The last post was about architecture decisions.
This one is about execution.
I spent this cycle turning ideas into something runnable and testable. Not polished. Not “AI magic.” Just real foundations.
What shipped since the last post
1) REST API vertical slice
navi-agent now has a working API backbone with health, task, and agent routes, including sync flow.
This gave me a full path from request → service → persistence → response, which is where real design flaws start to show up.
2) SQLite persistence for tasks and agents
I moved core state out of memory and into SQLite for both tasks and agent metadata.
That sounds simple, but it changes everything: restart behavior, debugging, and confidence in iterative testing.
3) Real agent sync + data-defined agent loading
Agent sync is no longer fake.
Agents are loaded from filesystem definitions and synced into persistence.
This aligns with the core principle of navi-agent: agents are data, not hardcoded logic.
4) REPL/TUI loop for fast local testing
I added a simple REPL to exercise behavior quickly without bouncing through HTTP every time.
Current focus is making outputs explicit so it’s obvious what is:
- user message
- model “thinking” signal
- tool response
- orchestrator final answer
That visibility matters more than pretty UI right now.
5) Sprint 1 orchestrator loop + tool calling
I implemented a basic orchestrator loop where the model can request tools through a structured tool-call format, tools execute, and results feed back into the next turn.
It supports single and multi-tool call patterns in the same exchange.
6) Basic MCP integration path
A minimal MCP path is wired for tool execution flow, enough to validate the architecture direction without overbuilding too early.
7) Dev onboarding improved with .env
Fresh clone experience now supports .env-based local setup for:
- API key
- default provider
- default model
- environment mode (
development/production)
On startup in development mode, navi-agent prints which .env files were loaded.
No guessing, no “why is this config not applying?” confusion.

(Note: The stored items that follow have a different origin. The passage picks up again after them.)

"""Bearing-defect impact trains: rates, modulation and the ringing kernel, checked with scipy/numpy.

The envelope is computed here with scipy (Butterworth band-pass, scipy.signal.hilbert) and numpy's FFT,
not with rotorwatch's analysis, so the two stay independent. Rates: CWRU drive-end bearing at 1797 r/min
(references.md section 2, Ex. 1: BPFO 3.58478, BPFI 5.41522, FTF 0.39831, 2xBSF 4.71344 x f_r).
Tolerance 2 % covers the simulated slip (references.md: match bearing lines within 2-3 %, common practice).
"""

from __future__ import annotations

import math

import numpy as np
import pytest
from scipy import signal

from rotorwatch.simulators.components import ImpactKernel, ring, ring_slow

from .helpers import CWRU_ORDERS, QUIET, renderer_for

FS = 48000.0
F_R = 1797.0 / 60.0
SECONDS = 10.0


def _envelope_spectrum(x: np.ndarray, fs: float, band=(2000.0, 5000.0)):
    sos = signal.butter(4, band, btype="bandpass", fs=fs, output="sos")
    env = np.abs(signal.hilbert(signal.sosfiltfilt(sos, x)))
    env -= env.mean()
    spec = np.abs(np.fft.rfft(env * np.hanning(len(env)))) / len(env)
    return np.fft.rfftfreq(len(env), 1 / fs), spec


def _peak(f, spec, centre_hz, tol_frac=0.02):
    near = np.abs(f - centre_hz) <= tol_frac * centre_hz
    i = np.argmax(np.where(near, spec, 0.0))
    return f[i], spec[i]


def _defect_signal(tmp_path, defect: str, size: float = 5.0, **structure):
    r = renderer_for(tmp_path, healthy={**QUIET, "unbalance_mm_s": 1.0, "noise_m_s2": 0.2},
                     structure=structure or None,
                     changes=[{"start_day": 0, "component": defect, "bearing": "b1", "to": size, "shape": "step"}])
    return r.snapshot_accel(600.0, SECONDS, FS)["p1"]


def test_outer_race_rate_is_bpfo(tmp_path):
    x = _defect_signal(tmp_path, "outer_race")
    f, spec = _envelope_spectrum(x, FS)
    search = (f > 20) & (f < 400)
    f_top = f[search][np.argmax(spec[search])]
    assert f_top == pytest.approx(CWRU_ORDERS["bpfo"] * F_R, rel=0.02)  # 107.36 Hz
    # harmonics of BPFO stand out too
    for k in (2, 3):
        _, amp = _peak(f, spec, k * CWRU_ORDERS["bpfo"] * F_R)
        assert amp > 10 * np.median(spec[search])


def test_outer_race_has_no_shaft_sidebands(tmp_path):
    # a stationary outer-race spall is not modulated (R&A 2011, from memory)
    x = _defect_signal(tmp_path, "outer_race")
    f, spec = _envelope_spectrum(x, FS)
    bpfo = CWRU_ORDERS["bpfo"] * F_R
    _, line = _peak(f, spec, bpfo, 0.01)
    for side in (bpfo - F_R, bpfo + F_R):
        _, amp = _peak(f, spec, side, 0.005)
        assert amp < 0.1 * line


def test_inner_race_rate_and_shaft_sidebands(tmp_path):
    # BPFI with sidebands at +/- f_r: the spall turns through the load zone (R&A 2011, from memory)
    x = _defect_signal(tmp_path, "inner_race")
    f, spec = _envelope_spectrum(x, FS)
    bpfi = CWRU_ORDERS["bpfi"] * F_R  # 162.19 Hz
    f_line, line = _peak(f, spec, bpfi)
    assert f_line == pytest.approx(bpfi, rel=0.02)
    floor = np.median(spec[(f > 20) & (f < 400)])
    assert line > 20 * floor
    for side in (bpfi - F_R, bpfi + F_R):
        f_side, amp = _peak(f, spec, side, 0.01)
        assert f_side == pytest.approx(side, abs=0.5)
        assert amp > 5 * floor
    # and the shaft rate itself shows in the envelope (the load-zone modulation)
    assert _peak(f, spec, F_R, 0.01)[1] > 5 * floor


def test_ball_rate_is_twice_bsf_with_cage_sidebands(tmp_path):
    # a spalled element strikes at 2 x BSF, modulated at FTF (R&A 2011; references.md section 2)
    x = _defect_signal(tmp_path, "ball")
    f, spec = _envelope_spectrum(x, FS)
    two_bsf = CWRU_ORDERS["two_bsf"] * F_R  # 141.17 Hz
    ftf = CWRU_ORDERS["ftf"] * F_R  # 11.93 Hz
    floor = np.median(spec[(f > 20) & (f < 400)])
    f_line, line = _peak(f, spec, two_bsf)
    assert f_line == pytest.approx(two_bsf, rel=0.02)
    assert line > 10 * floor
    sides = [_peak(f, spec, two_bsf + s, 0.003)[1] for s in (-ftf, ftf)]
    assert max(sides) > 5 * floor
    assert _peak(f, spec, ftf, 0.02)[1] > 5 * floor


def test_impact_count_matches_bpfo(tmp_path):
    # no slip jitter, no noise: one impact per BPFO period, counted from the envelope's threshold crossings
    r = renderer_for(tmp_path, healthy=QUIET, structure={"slip_jitter_pct": 0.0, "impact_scatter_pct": 0.0},
                     changes=[{"start_day": 0, "component": "outer_race", "bearing": "b1", "to": 5.0, "shape": "step"}])
    x = r.snapshot_accel(0.0, SECONDS, FS)["p1"]
    env = np.abs(signal.hilbert(x))
    above = env > 0.5 * env.max()
    rises = np.count_nonzero(above[1:] & ~above[:-1])
    assert rises == pytest.approx(CWRU_ORDERS["bpfo"] * F_R * SECONDS, abs=2)


def test_impact_peak_is_the_severity(tmp_path):
    r = renderer_for(tmp_path, healthy=QUIET, structure={"impact_scatter_pct": 0.0},
                     changes=[{"start_day": 0, "component": "outer_race", "bearing": "b1", "to": 7.5, "shape": "step"}])
    x = r.snapshot_accel(0.0, 2.0, 1e6)["p1"]  # fine sampling: the sampled peak is the true peak
    assert np.max(np.abs(x)) == pytest.approx(7.5, rel=2e-3)


def test_cross_transfer_to_other_points(tmp_path):
    points = [
        {"id": "on", "bearing": "b1", "sensor": {"channel": 0, "sensitivity_mv_per_g": 100.0}},
        {"id": "off", "sensor": {"channel": 1, "sensitivity_mv_per_g": 100.0}},
    ]
    r = renderer_for(tmp_path, config_kwargs={"points": points}, healthy=QUIET,
                     structure={"cross_transfer": 0.25},
                     changes=[{"start_day": 0, "component": "outer_race", "bearing": "b1", "to": 4.0, "shape": "step"}])
    s = r.snapshot_accel(0.0, 2.0, FS)
    assert np.allclose(s["off"], 0.25 * s["on"])


def test_kernel_is_a_resonance_with_no_net_motion():
    k = ImpactKernel(3500.0, 0.05)
    fs = 1e6
    h = k(np.arange(0, k.length_s, 1 / fs))
    spec = np.abs(np.fft.rfft(h, 1 << 22))
    f = np.fft.rfftfreq(1 << 22, 1 / fs)
    assert f[np.argmax(spec)] == pytest.approx(3500.0, rel=0.01)
    velocity = np.cumsum(h) / fs
    assert abs(velocity[-1]) < 1e-3 * np.max(np.abs(velocity))  # velocity returns to rest
    assert np.max(np.abs(h)) == pytest.approx(1.0, rel=1e-4)
    # free decay of a damped oscillator: the envelope falls by exp(-zeta w_n dt) over dt
    def window_peak(t_ms):
        return np.max(np.abs(h[int(t_ms * 1e-3 * fs):int((t_ms + 0.3) * 1e-3 * fs)]))
    assert window_peak(2.0) / window_peak(1.0) == pytest.approx(math.exp(-0.05 * 2 * math.pi * 3500 * 1e-3), rel=0.02)


def test_fast_ring_equals_slow_twin():
    k = ImpactKernel(4200.0, 0.04)
    rng = np.random.default_rng(8)
    times = np.sort(rng.uniform(100.0, 100.4, 50))
    amps = rng.uniform(0.2, 3.0, 50)
    n0, n = int(100.0 * FS) + 17, int(0.42 * FS)
    fast = ring(k, times, amps, n0, n, FS)
    slow = ring_slow(k, times, amps, n0, n, FS)
    assert np.max(np.abs(fast - slow)) <= 1e-9 * np.max(np.abs(slow))


def test_ring_on_grid_equals_fftconvolve():
    # impacts exactly on samples: the sum of kernels is the convolution of an impulse train with the
    # sampled kernel (scipy.signal.fftconvolve)
    k = ImpactKernel(3000.0, 0.06)
    n_idx = np.array([100, 700, 705, 2400])
    amps = np.array([1.0, -0.5, 2.0, 0.7])
    n = 4000
    fast = ring(k, (n_idx - 1e-9) / FS, amps, 0, n, FS)  # a hair before the sample: the sample is tau ~ 0
    train = np.zeros(n)
    train[n_idx] = amps
    kernel = k(np.arange(k.n_samples(FS)) / FS)
    ref = signal.fftconvolve(train, kernel)[:n]
    assert np.max(np.abs(fast - ref)) <= 1e-6 * np.max(np.abs(ref))
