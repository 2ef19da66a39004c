"""The simulator's own bearing kinematics against published worked examples (references.md section 2)."""

from __future__ import annotations

import pytest

from rotorwatch.settings.models import Bearing
from rotorwatch.simulators.rates import bearing_orders, orders_from_geometry


def test_cwru_drive_end_multiples():
    # CWRU Bearing Data Center drive-end bearing (geometry secondary); values computed from the
    # Randall & Antoni 2011 formulas: references.md section 2, Ex. 1 (abs tol 1e-5)
    o = orders_from_geometry(9, 0.3126, 1.537, 0.0)
    assert o.bpfi == pytest.approx(5.41522, abs=1e-5)
    assert o.bpfo == pytest.approx(3.58478, abs=1e-5)
    assert o.ftf == pytest.approx(0.39831, abs=1e-5)
    assert o.bsf == pytest.approx(2.35672, abs=1e-5)
    assert o.impact_order("ball") == pytest.approx(4.71344, abs=1e-5)


def test_cwru_published_multiples():
    # CWRU's published multiples 5.4152 / 3.5848 / 0.39828 / 4.7135 (secondary; tol 5e-4 per references.md)
    o = orders_from_geometry(9, 0.3126, 1.537)
    assert o.impact_order("inner_race") == pytest.approx(5.4152, abs=5e-4)
    assert o.impact_order("outer_race") == pytest.approx(3.5848, abs=5e-4)
    assert o.ftf == pytest.approx(0.39828, abs=5e-4)
    assert o.impact_order("ball") == pytest.approx(4.7135, abs=5e-4)


def test_cwru_fan_end_multiples():
    # references.md section 2, Ex. 2 (computed; geometry from memory, secondary)
    o = orders_from_geometry(8, 0.2656, 1.122)
    assert (o.bpfi, o.bpfo, o.ftf, o.bsf) == pytest.approx((4.94688, 3.05312, 0.38164, 1.99384), abs=1e-5)


def test_mfpt_rates_at_25_hz():
    # MFPT bearing dataset documentation geometry (secondary), shaft 25 Hz: references.md section 2, Ex. 3
    o = orders_from_geometry(8, 0.235, 1.245)
    assert 25 * o.bpfo == pytest.approx(81.124, abs=2e-3)
    assert 25 * o.bpfi == pytest.approx(118.876, abs=2e-3)
    assert 25 * o.ftf == pytest.approx(10.141, abs=2e-3)
    assert 25 * o.bsf == pytest.approx(63.864, abs=2e-3)


def test_contact_angle_case():
    # references.md section 2, Ex. 4 (synthetic, computed): n 8, d 2 cm, D 12 cm, 15 deg, 25 Hz
    o = orders_from_geometry(8, 2.0, 12.0, 15.0)
    assert 25 * o.bpfo == pytest.approx(83.9012, abs=1e-3)
    assert 25 * o.bpfi == pytest.approx(116.0988, abs=1e-3)
    assert 25 * o.ftf == pytest.approx(10.4877, abs=1e-3)
    assert 25 * o.bsf == pytest.approx(73.0562, abs=1e-3)


def test_identities():
    # BPFO + BPFI = n; BPFO = n FTF (algebra of the formulas, references.md section 2)
    o = orders_from_geometry(11, 7.0, 41.0, 10.0)
    assert o.bpfo + o.bpfi == pytest.approx(11.0)
    assert o.bpfo == pytest.approx(11 * o.ftf)


def test_load_zone_orders():
    # inner race turns with the shaft, an element with the cage, the outer race stands still
    o = orders_from_geometry(9, 0.3126, 1.537)
    assert o.load_zone_order("inner_race") == 1.0
    assert o.load_zone_order("ball") == o.ftf
    assert o.load_zone_order("outer_race") == 0.0


def test_configured_multiples_are_used_as_given():
    b = Bearing(id="x", bpfo=3.0, bpfi=5.0, bsf=2.0, ftf=0.4)
    o = bearing_orders(b)
    assert (o.bpfo, o.bpfi, o.bsf, o.ftf) == (3.0, 5.0, 2.0, 0.4)
    g = bearing_orders(Bearing(id="y", elements=9, element_diameter=0.3126, pitch_diameter=1.537, diameter_unit="in"))
    assert g.bpfo == pytest.approx(3.58478, abs=1e-5)


def test_bad_geometry_is_refused():
    with pytest.raises(ValueError, match="need n >= 1"):
        orders_from_geometry(9, 2.0, 1.0)
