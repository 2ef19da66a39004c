"""Histories: a machine's recorded life, replayed through the daemon's code.

A history is a set of short recordings, each one update at its own time (a folder of files, one
archive, or the daemon's own snapshot folder). :mod:`.spec` says how to read one (command line or a
small TOML description), :mod:`.timestamps` where each element's time comes from, :mod:`.readers`
lists and decodes the elements (in worker processes, each decoded once), :mod:`.margins` measures how
much room each value's levels had, and :mod:`.plot` draws the trend for a report.
"""

from __future__ import annotations

from .readers import History, open_history
from .spec import HistorySpec

__all__ = ["History", "HistorySpec", "open_history"]
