"""The simulator's 1x/2x phase keys and its looseness truncation.

- Phase: a scenario with ``unbalance_phase_deg`` / ``misalignment_phase_deg`` on a tach machine, rendered
  through the measurement chain, read back at the tach-locked angle by the analysis
  (``rotorwatch.analysis.tachphase``, itself checked against scipy in tests/unit/analysis/test_tach_phase.py)
  and, independently, by a least-squares fit of cos/sin at the simulated shaft's angle (numpy.linalg.lstsq
  on the velocity integrated from the housing's acceleration).
- Truncation: a 1x cut on one side at c of its peak keeps 1 - (acos c - c sqrt(1 - c^2))/pi of its
  fundamental, gains every harmonic, and has its mean (-(sqrt(1 - c^2) - c acos c)/pi of the peak) taken
  out (the Fourier series of a one-sided clipped cosine, worked here from its definition; numpy's FFT
  measures it).
"""

from __future__ import annotations

import math

import numpy as np
import pytest

from rotorwatch.analysis.point import PointAnalyzer
from rotorwatch.replay import _tach_pulses

from .helpers import QUIET, renderer_for

FS = 25600.0
RPM = 1500.0
TACH = {"mode": "tach", "rpm": RPM, "tach_channel": 1}
POINT = [{"id": "p1", "bearing": "b1", "sensor": {"channel": 0, "sensitivity_mv_per_g": 100.0}}]


def _phase_diff(a: float, b: float) -> float:
    return abs((a - b + 180.0) % 360.0 - 180.0)


@pytest.mark.parametrize("ph1, ph2", [(40.0, 250.0), (300.0, 10.0)])
def test_phase_keys_are_read_back_at_the_tach(tmp_path, ph1, ph2):
    healthy = {**QUIET, "unbalance_mm_s": 3.0, "misalignment_mm_s": 1.2, "noise_m_s2": 0.05,
               "unbalance_phase_deg": ph1, "misalignment_phase_deg": ph2}
    r = renderer_for(tmp_path, config_kwargs={"fs_hz": FS, "speed": TACH, "points": POINT, "channels": 2},
                     healthy=healthy)
    t0, window_s = 3600.0, 4.0
    volts = r.snapshot(t0, window_s, FS)["p1"]
    m = r.machine
    accel = volts / m.points[0].sensor.volts_per_m_s2
    pulses = _tach_pulses(r, t0, window_s)
    got = PointAnalyzer(m, m.points[0], FS).analyze(accel, tach_pulses_s=pulses).order_phase
    (v1, p1), (v2, p2) = got["1x"], got["2x"]
    assert v1 == pytest.approx(3.0, rel=0.03) and v2 == pytest.approx(1.2, rel=0.03)
    # the chain's AC coupling (0.5 Hz) leads 1x at 25 Hz by about 1.1 degrees: 3 degrees allowed
    assert _phase_diff(p1, ph1) < 3.0 and _phase_diff(p2, ph2) < 3.0

    # independent: least squares of cos/sin at the simulated shaft's angle on the housing's velocity
    housing = r.snapshot_accel(t0, window_s, FS)["p1"]
    n = housing.size
    turns = r.speed.turns(t0 + np.arange(n) / FS)
    f = np.fft.rfftfreq(n, 1 / FS)
    spec = np.fft.rfft(housing)
    vel = np.fft.irfft(np.where(f > 2.0, spec / (2j * np.pi * np.where(f > 0, f, 1.0)), 0.0), n) * 1000.0  # mm/s
    cols = [g(2 * np.pi * k * turns) for k in (1, 2) for g in (np.cos, np.sin)]
    a1, b1, a2, b2 = np.linalg.lstsq(np.array(cols).T, vel, rcond=None)[0]
    for (a, b), ph, v in (((a1, b1), ph1, 3.0), ((a2, b2), ph2, 1.2)):
        assert math.hypot(a, b) / math.sqrt(2) == pytest.approx(v, rel=0.02)
        assert _phase_diff(-math.degrees(math.atan2(b, a)) % 360.0, ph) < 1.0  # a cos + b sin = R cos(x - atan2(b, a))


def test_a_phase_key_moves_only_the_phase(tmp_path):
    """Without the key the 1x keeps its seeded random phase; with it, the same size at another phase."""
    (tmp_path / "a").mkdir()
    (tmp_path / "b").mkdir()
    a = renderer_for(tmp_path / "a", config_kwargs={"fs_hz": FS, "rpm": RPM}, healthy={**QUIET, "unbalance_mm_s": 2.0})
    b = renderer_for(tmp_path / "b", config_kwargs={"fs_hz": FS, "rpm": RPM},
                     healthy={**QUIET, "unbalance_mm_s": 2.0, "unbalance_phase_deg": 0.0})
    xa, xb = a.snapshot_accel(0.0, 4.0, FS)["p1"], b.snapshot_accel(0.0, 4.0, FS)["p1"]
    assert np.max(np.abs(xa)) == pytest.approx(np.max(np.abs(xb)), rel=1e-4)  # sampled peaks
    assert not np.allclose(xa, xb)


@pytest.mark.parametrize("depth", [0.3, 0.6])
def test_truncation_cuts_the_1x_into_harmonics(tmp_path, depth):
    healthy = {**QUIET, "unbalance_mm_s": 4.0, "truncation_depth": depth}
    r = renderer_for(tmp_path, config_kwargs={"fs_hz": FS, "rpm": RPM}, healthy=healthy)
    x = r.snapshot_accel(0.0, 4.0, FS)["p1"]  # 100 whole turns at 25 Hz: every order on a bin
    spec = np.abs(np.fft.rfft(x)) * 2 / x.size
    f1 = RPM / 60.0
    amp = {k: spec[int(round(k * f1 * 4.0))] for k in range(1, 8)}
    peak = math.sqrt(2) * 4.0e-3 * 2 * math.pi * f1
    c = 1.0 - depth
    kept = 1 - (math.acos(c) - c * math.sqrt(1 - c * c)) / math.pi  # Fourier series of a one-sided cut
    assert amp[1] == pytest.approx(kept * peak, rel=0.01)
    phi = math.acos(c)
    for k in range(2, 6):  # harmonic k of the cut-off cap (cos - c on |theta| < phi), from the same series
        cap = (math.sin((k - 1) * phi) / (k - 1) + math.sin((k + 1) * phi) / (k + 1) - 2 * c * math.sin(k * phi) / k) / math.pi
        assert amp[k] == pytest.approx(abs(cap) * peak, rel=0.02, abs=1e-4 * peak)
    assert amp[2] > 0.05 * peak  # looseness's series starts strong
    assert abs(np.mean(x)) < 1e-3 * peak  # the cut's mean taken out
    assert np.max(x) - np.min(x) == pytest.approx((1 + c) * peak, rel=1e-4)


def test_truncation_depth_is_checked(tmp_path):
    from rotorwatch.errors import ConfigError

    with pytest.raises(ConfigError, match="0 to 0.9"):
        renderer_for(tmp_path, healthy={**QUIET}, changes=[
            {"start_day": 0.5, "end_day": 1.0, "component": "truncation", "to": 0.95}])
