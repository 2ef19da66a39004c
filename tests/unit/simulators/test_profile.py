"""Severity timelines: values, closed-form integrals (checked with scipy.integrate.quad), holding."""

from __future__ import annotations

import numpy as np
import pytest
from scipy.integrate import quad

from rotorwatch.simulators.profile import EXP_GROWTH, Profile, Ramp


def _numeric_integral(p: Profile, t: float, breaks) -> float:
    # scipy.integrate.quad as the outside reference for the closed form
    if t < 0:
        return -quad(lambda x: p.value(x), t, 0, limit=200)[0]
    return quad(lambda x: p.value(x), 0, t, limit=200, points=[b for b in breaks if 0 < b < t] or None)[0]


def test_values_of_each_shape():
    p = Profile(1.0, [Ramp(10, 20, 5.0, "linear"), Ramp(25, 25, 2.0, "step"), Ramp(30, 50, 8.0, "exponential")])
    assert p.value(5.0) == 1.0
    assert p.value(15.0) == pytest.approx(3.0)
    assert p.value(20.0) == pytest.approx(5.0)
    assert p.value(24.999) == pytest.approx(5.0)
    assert p.value(25.0) == 2.0  # a step takes effect at its start
    # An exponential ramp is at 12 % of its change half-way and 36 % at three quarters (EXP_GROWTH's
    # comment); to four places, worked by hand with k = 4: (e^2 - 1)/(e^4 - 1) = 1/(1 + e^2) = 0.1192
    # and (e^3 - 1)/(e^4 - 1) = 19.0855/53.5982 = 0.3561. The ramp runs from 2.0 to 8.0 over 30..50 s.
    assert EXP_GROWTH == 4.0
    assert p.value(40.0) == pytest.approx(2.0 + 6.0 * 0.1192, abs=6.0 * 1e-4)
    assert p.value(45.0) == pytest.approx(2.0 + 6.0 * 0.3561, abs=6.0 * 1e-4)
    assert p.value(50.0) == pytest.approx(8.0)
    assert p.value(1e9) == pytest.approx(8.0)
    assert np.allclose(p.value(np.array([5.0, 15.0, 60.0])), [1.0, 3.0, 8.0])


def test_integral_matches_quadrature():
    breaks = [10, 20, 25, 30, 40, 50]
    p = Profile(1.0, [Ramp(10, 20, 5.0, "linear"), Ramp(25, 25, 2.0, "step"), Ramp(30, 50, 8.0, "exponential")],
                hold_after_s=40)
    for t in [-5.0, 0.0, 3.0, 10.0, 17.0, 20.0, 24.0, 26.0, 33.0, 40.0, 47.0, 200.0]:
        assert p.integral(t) == pytest.approx(_numeric_integral(p, t, breaks), rel=1e-9, abs=1e-9)


def test_hold_after_keeps_the_value_reached():
    p = Profile(0.0, [Ramp(0, 100, 10.0, "linear")], hold_after_s=30)
    assert p.value(30.0) == pytest.approx(3.0)
    assert p.value(1000.0) == pytest.approx(3.0)
    assert p.final_value == pytest.approx(3.0)
    assert p.peak_value == pytest.approx(3.0)
    assert p.integral(50.0) == pytest.approx(0.5 * 30 * 3.0 + 20 * 3.0)


def test_is_constant():
    p = Profile(1.0, [Ramp(10, 20, 5.0, "linear"), Ramp(25, 25, 2.0, "step")])
    assert p.is_constant(0, 9.9)
    assert not p.is_constant(0, 11)
    assert not p.is_constant(12, 13)
    assert p.is_constant(20, 24)
    assert not p.is_constant(24, 26)
    assert p.is_constant(26, 1e9)


def test_overlapping_ramps_are_refused():
    with pytest.raises(ValueError, match="overlap"):
        Profile(0.0, [Ramp(0, 10, 1.0), Ramp(5, 15, 2.0)])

8) First-launch config directory creation is explicit
navi-agent now creates its user config directory on first launch before command execution.
That removes a bunch of hidden friction for first-time contributors.
Tool calling test

Logging decision (important)
I had a long architecture discussion about telemetry, and I’m choosing the pragmatic path:
- No OpenTelemetry for now
- Use Go native
log/slog - Structured JSON Lines (
.jsonl) local logs - Rotation
- Make logs easy for MCP tools to inspect
Why: navi-agent is local-first right now. I want observability without dependency bloat or complexity tax.
This keeps things minimal, testable, and future-proof.
Process note: architect + AI pair execution
I rewrote this project multiple times. Prototype → refactor → miss → rewrite again.
That’s not chaos anymore. It’s intentional process.
I’m running an XP-like loop with AI pair programming:
- I own architecture, boundaries, and trade-offs.
- AI accelerates implementation, test iteration, and mechanical refactors.
So rewrites are not failure signals. They are part of design convergence.
Sprint remodel (updated)
Sprint 1 — Single-agent runtime stability (current)
- Simple navi-agent TUI ✅
- Basic main orchestrator agent ✅
- Basic tool calling ✅
- Basic MCP integration ✅
- .env onboarding ✅
- Agent configuration folder requirements revision/re-think ⏳
- Logging foundation (
slog+ JSONL) ⏳
Goal: TUI asks model to use tools and tool flow is reliable/observable.
Sprint 2 — Specialist vertical slice (no full agency yet)
- Basic specialist agents: planner, researcher, coder, tester (one active at a time)
- Basic native MCP tools expansion
- More CLI commands
- TUI UX improvements (clarity, traceability, consistency)
Goal: TUI can call MCP tools and route to one specialist agent per turn.
Sprint 3 — Agency rollout
- Controlled multi-agent delegation
- Guardrails (limits, failure policy, recovery paths)
- Better orchestration timeline/debug view
Goal: multi-agent coordination with predictable behavior and debuggable traces.
Infrastructure survives hype cycles.
So I’m building infrastructure first.
If you’re building local-first AI tooling too, I’d love your feedback on the logging direction and sprint structure.